The Oregon Health Plan which created a prioritized list of health services as a means of guiding health care budget allocations is an important model for the necessary partnership between the public and the technical persons who provide needed data.

The distribution of tasks in this process is the paradigm I want to highlight. The community was charged with articulating values. The experts were charged with determining facts—the probabilities that valued outcomes would result from services used to treat specific health problems. The epidemiologic experts provide the social capacity to determine whether changes hit or miss the valued target. Epidemiology has a crucial role to play in the political ethical work of the community as it seeks to provision itself with the health care services it really wants.

For example, we need epidemiological data to make sense of the apparently simple notion of universality. Is universal coverage worth it from the point of view of effect on the population’s health status? Other epidemiologic data is needed to deal with the fact that coverage does not of itself provide access to effective services. The continuing studies of small area variations in medical care is an example of needed data.

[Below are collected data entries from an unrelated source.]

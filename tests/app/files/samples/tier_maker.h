// SPDX-License-Identifier: GPL-3.0-or-later
// Invented tiers: prices of a chosen shape, taken units, grades, and candidates that keep the scenario's rules.
#pragma once

#include "dice.h"
#include "scenario.h"

#include <functional>
#include <string>
#include <vector>

namespace rungwright::samples
{

/// What a made-up tier is to look like.
struct TierPlan {
    std::string site;
    std::string name;
    std::string prefix; ///< Of the unit names: "B-" gives B-01, B-02, ...
    int units = 0;      ///< All of them, closed ones included.
    int onOffer = 0;
    int closed = 0;
    int reserved = 0;
    Price floor;
    Price lowest; ///< Cheapest rung; above the floor when the advert is not even on the ladder.
    Price highest;
    double bend = 1;       ///< price = lowest + (highest - lowest) * u^bend: below 1 crowds near the top, above 1 near the bottom.
    Price step{50};        ///< All prices are multiples of it.
    double cheapFirst = 3; ///< 0: taken units lie anywhere; the larger, the surer the cheap ones are the taken ones.
    Price vacantFrom{};    ///< Every unit asked less is among the taken ones.
    int grades = 0;        ///< 0: no grades; else 1..grades, rising with the price ...
    int inverted = 0;      ///< ... but for so many units, whose grade is thrown anew.
    double areaM2 = 0;     ///< About this, a little different from unit to unit; 0: not known.
};

TierCase makeTier(const TierPlan& plan, Dice& dice);

/// "Lower the low end": the cheapest `count` units on offer are brought down towards the floor, the cheapest onto it, as far as the rules
/// let them.
Candidate lowerTheLowEnd(const TierCase& tierCase, int count, const PriceRules& rules);
/// "Even steps": the units on offer are spread evenly from the floor to the dearest of them, as far as the rules let them.
Candidate evenSteps(const TierCase& tierCase, const PriceRules& rules);
/// "A little off the middle": the middle third on offer asks `percent` less, snapped to the price points.
Candidate easeTheMiddle(const TierCase& tierCase, double percent, const PriceRules& rules);

} // namespace rungwright::samples
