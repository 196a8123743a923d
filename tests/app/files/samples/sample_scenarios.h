// SPDX-License-Identifier: GPL-3.0-or-later
// The sample scenarios and unit lists, made anew: all invented, always the same.
#pragma once

#include "scenario.h"

#include <QByteArray>

namespace rungwright::samples
{

Scenario storageSample(); ///< Storage rooms, two sites, six tiers, EUR.
Scenario berthSample();   ///< Berths by boat length and season, JPY.
Scenario studioSample();  ///< Workshop studios, KWD.
Scenario edgeSample();    ///< Every odd tier we could think of.

/// The scenario's current ladders as a unit list (LF line ends). Tiers without units do not appear: a unit list cannot say them.
QByteArray unitListCsv(const Scenario& scenario);
/// 2,400 units of eight invented sites, for the import path; rows mixed over the sites as such lists come.
QByteArray longListCsv();
/// A short list in which eight rows are wrong, each in its own way.
QByteArray refusedListCsv();

} // namespace rungwright::samples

Creating social impact is not a new role for epidemiology. It is at the center of the public health ethic. As managed care becomes more and more the delivery system of choice in both the public and private sectors, epidemiologists need to be ready to play a conscious role in this transformation. This is not a call to abandon scientific canons of valid and reliable data. But it is a challenge for epidemiologists to use the population-based perspective which is uniquely theirs and pay attention to how their facts affect (or fail to affect) social policy. The quality of life of the whole society is affected by how well decision makers see the consequences of policy choices and their impact on the values of the community.

The contemporary challenge for epidemiologists is to see themselves as partners with the general public and with policy leaders in creating social ethics solutions to complex problems. Policy leaders identify the next step agenda. The public articulates the values that make outcomes worth achieving. Epidemiologists and other technical experts provide the data by which leaders can organize, coordinate and calibrate social effort and keep it on target. Epidemiology, as a profession, should not stand apart from politics, nor hope to replace politics with a higher rationality. Society needs epidemiologists engaged in the political arena as committed partners arguing for the data in the effort to make political activity successful, democratic and fully human.